Harrison stiffened. "Heavy?"

"Like you're carrying a weight you can't put down," Clark said. He looked sheepish, rubbing the back of his neck. "Sorry. That was intrusive. I just... I get a feeling about people. A vibe. Sometimes... sometimes it feels like a void. Like you're absorbing the light around you."

Harrison looked at him sharply. A void. That was new.

"We all carry things, Clark," Harrison said softly, looking out at the water to hide the tremor of unease in his eyes. "Some of us just have heavier ghosts."

He thought of the Resurrection Stone. He thought of the faces of the dead. He thought of Lex, terrified and desperate, burning the world to save him.

"True," Clark said. He finished stacking his papers. He didn't get up. He just sat there, a solid presence in a chaotic world. "But sometimes it helps to have someone sit on the bench with you for a minute. Share the weight."

Harrison looked at him. He felt a lump in his throat.

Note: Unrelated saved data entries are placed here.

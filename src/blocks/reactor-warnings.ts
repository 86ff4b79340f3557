import type { StreamState } from '../model/stream.ts';
import type { BlockReport } from './block.ts';

/** Liquid in a place of a reactor, whose equilibria are those of a gas. */
export function liquidWarnings(
  places: readonly { readonly name: string; readonly stream: StreamState }[],
): BlockReport['warnings'] {
  return places.flatMap(({ name, stream }) =>
    stream.vapourFraction >= 1
      ? []
      : [
          {
            code: 'liquid-in-reactor',
            message: `${(100 * (1 - stream.vapourFraction)).toFixed(1)} % of the ${name} is liquid, while the equilibrium is taken as if all of it were gas; raise the temperature or lower the pressure`,
          },
        ],
  );
}
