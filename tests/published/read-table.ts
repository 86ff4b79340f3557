import { readFileSync } from 'node:fs';

/** Rows of a CSV table beside this file, by column name; cells in double quotes may hold commas. */
export function readTable(name: string): readonly Readonly<Record<string, string>>[] {
  const text = readFileSync(new URL(name, import.meta.url), 'utf8');
  const [head, ...rows] = text.trim().split('\n').map(cells);
  return rows.map((row) => Object.fromEntries(head!.map((column, i) => [column, row[i] ?? ''])));
}

function cells(line: string): string[] {
  return [...line.matchAll(/(?:^|,)(?:"([^"]*)"|([^,]*))/g)].map(
    ([, quoted, plain]) => quoted ?? plain ?? '',
  );
}
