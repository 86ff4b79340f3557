import { type Deviation, percent } from './deviations-statistics.ts';
import { examples, resultOf } from './recycle-examples.ts';

/** Every printed answer against the closed loop. */
export function recycleDeviations(): Deviation[] {
  return examples.flatMap((example) => {
    const result = resultOf(example);
    return example.answers.map(([what, printed, ours]) =>
      percent(`${example.name}, ${what}`, ours(result), printed),
    );
  });
}
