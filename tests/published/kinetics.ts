/** Published rate laws: points to check them at, and a bench reactor, each with its source. */

/**
 * Ammonia, D. C. Dyson, J. M. Simon, Ind. Eng. Chem. Fundam. 7 (1968) 605-610: [NH3 mole fraction, kmol NH3 per m3
 * and hour] at 450 degC and 225 atm over 3:1 hydrogen and nitrogen, and where the rate is zero.
 * Derived by us from the printed equation by hand, apart from the program.
 */
export const dysonSimonRates = {
  celsius: 450,
  atm: 225,
  rows: [
    [0.02, 1259],
    [0.05, 462.5],
    [0.1, 195.2],
  ],
  zeroAt: 0.2971,
} as const;

/** Effectiveness of the same paper at 10 % conversion and 700 K: [atm, ξ]. Derived by us from the printed polynomial. */
export const dysonSimonEffectiveness = [
  [150, 0.6557],
  [225, 0.5677],
  [300, 0.4898],
] as const;

/**
 * Fugacity coefficients of the same paper: [degC, atm, H2, N2, NH3]. Derived by us from the printed formulas, which
 * are from memory.
 */
export const dysonSimonFugacity = [
  [350, 100, 1.0325, 1.0568, 0.922],
  [400, 200, 1.0606, 1.0987, 0.9128],
  [450, 200, 1.056, 1.0953, 0.9344],
  [450, 300, 1.0851, 1.1488, 0.9034],
  [500, 300, 1.0789, 1.144, 0.9193],
] as const;

/**
 * Ammonia, A. Murase, H. L. Roberts, A. O. Converse, Ind. Eng. Chem. Process Des. Dev. 9 (1970) 503-513: pressures
 * [atm], rate [kmol N2 per m3 and hour] and k1/k2 [atm^-2] at 750 K. Derived by us from the printed equation.
 */
export const muraseRate = {
  kelvin: 750,
  atm: { N2: 56.789, H2: 170.367, NH3: 34.421 },
  rate: 50.85,
  constant: 3.93e-5,
} as const;

/** Partial pressures or fugacities [bar] that the methanol laws are asked at. */
export const methanolPoint = { CO: 2, CO2: 1.5, H2: 41, H2O: 0.5, CH3OH: 0.5 } as const;

/**
 * K. M. Vanden Bussche, G. F. Froment, J. Catal. 161 (1996) 1-10: [K, r(CO2 + 3 H2), r(CO2 + H2)] in mol/(kg s) at
 * `methanolPoint`. Derived by us from the printed equations.
 */
export const vandenBusscheFromentRates = [
  [493.15, 1.2837e-3, -3.3343e-3],
  [523.15, 1.0655e-2, -8.5574e-3],
] as const;

/**
 * G. H. Graaf, E. J. Stamhuis, A. A. C. M. Beenackers, Chem. Eng. Sci. 43 (1988) 3185-3195: [K, r(CO + 2 H2),
 * r(CO2 + H2), r(CO2 + 3 H2)] in mol/(kg s) at `methanolPoint`. Derived by us from the printed equations.
 */
export const graafRates = [
  [493.15, 6.909e-4, -1.7154e-4, 6.9247e-4],
  [523.15, 3.7643e-3, -3.9452e-4, 2.1305e-3],
] as const;

/**
 * J. Xu, G. F. Froment, AIChE J. 35 (1989) 88-96: rates in kmol/(kg h) at pressures [bar] and 773.15 K. Derived by
 * us from the printed equations.
 */
export const xuFromentRates = {
  kelvin: 773.15,
  bar: { CH4: 2, H2O: 6, CO: 0.5, CO2: 0.5, H2: 1 },
  rates: [-0.37071, 6.513, 0.083489],
} as const;

/**
 * R. B. Eklund 1956 as restated in H. S. Fogler, Elements of Chemical Reaction Engineering (from memory):
 * [K, k in mol/(kg s atm), Kp in atm^-1/2]. Derived by us from the printed formulas.
 */
export const eklundConstants = [
  [673.15, 7.202e-4, 563.4],
  [723.15, 6.215e-3, 167.2],
  [773.15, 2.479e-2, 58.03],
  [873.15, 7.394e-2, 10.06],
] as const;

/**
 * The adiabatic bench reactor of Vanden Bussche and Froment (as above): inlet as published. The profile is derived by
 * us, since the paper shows it as a figure only: inert taken as N2, ideal gas, heats of the NASA tables, no pressure
 * drop, by another program. Columns: share of the catalyst passed, K, then mole fractions.
 */
export const benchReactor = {
  catalystKg: 0.0348,
  feedKgPerS: 2.8e-5,
  kelvin: 493.2,
  bar: 50,
  feed: { CO: 0.04, CO2: 0.03, H2: 0.82, N2: 0.11 },
  columns: ['CO', 'CO2', 'H2', 'H2O', 'CH3OH'],
  profile: [
    [0.1, 512.3, 0.03908, 0.02333, 0.80963, 0.00719, 0.00882],
    [0.2, 536.8, 0.0333, 0.0218, 0.80453, 0.00924, 0.01732],
    [0.3, 550.2, 0.0301, 0.02093, 0.80166, 0.01039, 0.02206],
    [0.5, 552.4, 0.0296, 0.02076, 0.80117, 0.01061, 0.02284],
    [1, 552.4, 0.0296, 0.02076, 0.80116, 0.01061, 0.02284],
  ],
} as const;
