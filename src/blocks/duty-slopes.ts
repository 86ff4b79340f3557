import type { StreamState } from '../model/stream.ts';
import type { Mixture } from '../properties/mixture.ts';
import { stateSlopes } from '../properties/state-slopes.ts';
import { followPressure, keepFlows, temperatureAt } from './outlet-slopes.ts';

/** What a stream that keeps its flows is settled at. */
export interface Settled {
  /** its temperature is set; otherwise it has the enthalpy of the inlet and a constant duty */
  readonly temperatureIsSet: boolean;
  /** its pressure is set; otherwise it is that of the inlet less a constant drop */
  readonly pressureIsSet: boolean;
}

/** Derivatives of a stream of heaters, valves and vessels in their one inlet. */
export interface DutySlopes {
  /** of the stream's liquid in its own variables, after `fill` for a stream that is to be parted */
  readonly liquid: Float64Array;
  /** @returns false where there are none */
  fill(inlet: StreamState, stream: StreamState, how: Settled, parted: boolean, matrix: Float64Array): boolean;
}

/** @param upstream  the mixture that the inlet was settled with, where it is another */
export function createDutySlopes(mixture: Mixture, upstream = mixture): DutySlopes {
  const { size } = mixture;
  const before = stateSlopes(size);
  const after = stateSlopes(size);
  return {
    liquid: after.liquid,
    fill(inlet, stream, how, parted, matrix) {
      keepFlows(matrix, size);
      if (!how.pressureIsSet) followPressure(matrix, size);
      if (how.temperatureIsSet) return !parted || mixture.slopes(stream, 'liquid', after);
      return (
        upstream.slopes(inlet, 'enthalpy', before) &&
        mixture.slopes(stream, 'enthalpy', after) &&
        temperatureAt(after.enthalpy, before.enthalpy, matrix)
      );
    },
  };
}
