import type { StreamState } from '../model/stream.ts';
import type { BlockReport } from './block.ts';

/** A report in which only what is worth saying has been filled in. */
export function quietReport(said: Partial<BlockReport> = {}): BlockReport {
  return {
    dutyW: 0,
    powerW: 0,
    driveLossW: 0,
    refrigerationW: 0,
    details: {},
    warnings: [],
    faults: [],
    assumptions: [],
    curves: () => ({}),
    ...said,
  };
}

/** A property that is worked out when it is first read, for what a study of thousands of cases may never ask. */
export function lazily(work: () => unknown): PropertyDescriptor {
  let known: { readonly value: unknown } | null = null;
  const get = (): unknown => {
    known ??= { value: work() };
    return known.value;
  };
  return { enumerable: true, get };
}

/** Enthalpy that a block adds to its streams: what leaves less what enters [W]. */
export function enthalpyAdded(inlets: readonly StreamState[], outlets: readonly StreamState[]): number {
  let sum = 0;
  for (const out of outlets) sum += out.enthalpyW;
  for (const inlet of inlets) sum -= inlet.enthalpyW;
  return sum;
}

"Yeah," Harrison whispered, leaning almost imperceptibly closer to the warmth. "Maybe it does."

A sharp whistle cut through the air. Mercy.

The spell broke. The reality of his cage came rushing back. The vitals monitor beeped once, a warning.

"I have to go," Harrison said, standing up. The pain returned—a dull ache creeping back into his joints—but the memory of the relief was still there, buzzing under his skin.

"Will you be here again?" Clark asked. He looked hopeful.

Harrison hesitated. He should say no. He should protect this radiant creature from the darkness of the Luthor name.

But he remembered Tom. He remembered the coldness. And looking at Clark, he felt something he hadn't felt in two lifetimes.

He felt safe.

"Maybe," Harrison said, a small, genuine smile touching his lips. "If the wind behaves."

He walked away, feeling Clark’s eyes on his back—a warm, watchful weight. And somewhere deeper in the shadows of the park, he felt another gaze. Something colder. Something calculating.

As he reached the car, Mercy opened the door. She looked at her tablet, her brow furrowed. "Vitals stabilized," she muttered, sounding confused. "Heart rate dropped. Cortisol levels bottomed out. The 'Echo' interference pattern... it almost flatlined. It's like your cells just... stopped fighting."

Harrison slid into the leather seat, leaning his head back against the cool headrest. He closed his eyes.

"I found a quiet spot, Mercy," Harrison whispered, clutching the memory of that warmth to his chest like a new stone. "I just found a quiet spot."